• [WORK ITEM] Wherever a line in the material contains the word "adding", copy that line.

------------------------------------------------

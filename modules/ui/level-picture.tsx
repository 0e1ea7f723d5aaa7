import { View } from 'react-native'
import Svg, {
  ClipPath,
  Defs,
  G,
  Line,
  Path,
  Pattern,
  Rect,
  Text as SvgText,
} from 'react-native-svg'
import { fonts } from './measures'
import { useColours } from './theme'

export type LevelKind = 'drum' | 'tote' | 'tank' | 'pail' | 'bin' | 'van'

/** Outline of each kind on a 100 x 120 box, and the part of it that fluid can stand in. */
const outlines: Record<LevelKind, { body: string; top: number; bottom: number; details: string }> =
  {
    drum: {
      body: 'M18 12h64v100h-64z',
      top: 12,
      bottom: 112,
      details: 'M18 44h64M18 78h64M62 12v-6h12v6',
    },
    tote: {
      body: 'M10 14h80v84h-80z',
      top: 14,
      bottom: 98,
      details: 'M10 42h80M10 70h80M36 14v84M64 14v84M16 98v14M50 98v14M84 98v14M42 14v-7h16v7',
    },
    tank: {
      body: 'M8 44a16 26 0 0 1 16 -26h52a16 26 0 0 1 0 52h-52a16 26 0 0 1 -16 -26z',
      top: 18,
      bottom: 70,
      details: 'M26 70v18M74 70v18M44 18v-8h12v8',
    },
    pail: {
      body: 'M16 24h68l-8 86h-52z',
      top: 24,
      bottom: 110,
      details: 'M16 24a34 24 0 0 1 68 0',
    },
    bin: { body: 'M14 20h72l-6 92h-60z', top: 20, bottom: 112, details: 'M10 20h80' },
    van: {
      body: 'M8 34h30l-4 64h-22zM56 34h30l-4 64h-22z',
      top: 34,
      bottom: 98,
      details: 'M4 104h92',
    },
  }

/**
 * A container with its level: what is in it solid, what is being poured hatched, the fill line dashed with the
 * headroom above it, and what goes over the line standing on top. The picture says nothing that its label does not.
 * @param label the whole picture in words, for screen readers
 */
export function LevelPicture({
  kind,
  capacity,
  fillLine,
  contents,
  adding = 0,
  label,
  overLabel,
  height = 104,
}: {
  kind: LevelKind
  /** All four in litres; a picture needs no more digits than a float has. */
  capacity: number
  fillLine: number
  contents: number
  adding?: number
  label: string
  /** Shown in the block above the line, like "+4.1". */
  overLabel?: string
  height?: number
}) {
  const colours = useColours()
  const { body, top, bottom, details } = outlines[kind]
  const whole = Math.max(capacity, 1)
  const y = (litres: number) =>
    bottom - (Math.max(0, Math.min(litres, whole)) / whole) * (bottom - top)
  const after = contents + adding
  const lineAt = y(fillLine)
  const isOver = after > fillLine
  const filled = y(Math.min(contents, fillLine))
  const raised = y(Math.min(after, fillLine))
  const isLevel = kind !== 'bin'
  return (
    <View role="img" aria-label={label} style={{ height, width: (height * 100) / 120 }}>
      <Svg width="100%" height="100%" viewBox="0 0 100 120" aria-hidden>
        <Defs>
          <ClipPath id={`inside-${kind}`}>
            <Path d={body} />
          </ClipPath>
          <Pattern id={`pour-${kind}`} width={6} height={6} patternUnits="userSpaceOnUse">
            <Rect width={6} height={6} fill={colours.fluidWash} />
            <Path d="M0 6l6 -6" stroke={colours.fluid} strokeWidth={1.6} />
          </Pattern>
        </Defs>
        <Path d={body} fill={colours.sheet} />
        {isLevel && (
          <G clipPath={`url(#inside-${kind})`}>
            <Rect
              x={0}
              y={top}
              width={100}
              height={Math.max(0, lineAt - top)}
              fill={colours.well}
            />
            <Rect x={0} y={filled} width={100} height={bottom - filled} fill={colours.fluid} />
            {adding > 0 && (
              <>
                <Rect
                  x={0}
                  y={raised}
                  width={100}
                  height={Math.max(0, filled - raised)}
                  fill={`url(#pour-${kind})`}
                />
                <Line
                  x1={0}
                  x2={100}
                  y1={raised}
                  y2={raised}
                  stroke={colours.ink}
                  strokeWidth={2.5}
                />
              </>
            )}
          </G>
        )}
        <Path d={body} fill="none" stroke={colours.ink} strokeWidth={2} />
        <Path d={details} fill="none" stroke={colours.ink} strokeWidth={2} strokeLinecap="square" />
        {isLevel && (
          <Line
            x1={4}
            x2={96}
            y1={lineAt}
            y2={lineAt}
            stroke={colours.ink}
            strokeWidth={2}
            strokeDasharray="5 4"
          />
        )}
        {isOver && isLevel && (
          <>
            <Rect
              x={30}
              y={0}
              width={40}
              height={16}
              fill={colours.stop.bg}
              stroke={colours.stop.edge}
              strokeWidth={2}
            />
            {overLabel !== undefined && (
              <SvgText
                x={50}
                y={12}
                textAnchor="middle"
                fontSize={11}
                fontFamily={fonts.text}
                fill={colours.stop.text}
              >
                {overLabel}
              </SvgText>
            )}
          </>
        )}
      </Svg>
    </View>
  )
}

------------------------------------------------

• [REPLY TO THE EXERCISE]
  adding = 0,
  adding?: number
  const after = contents + adding
            {adding > 0 && (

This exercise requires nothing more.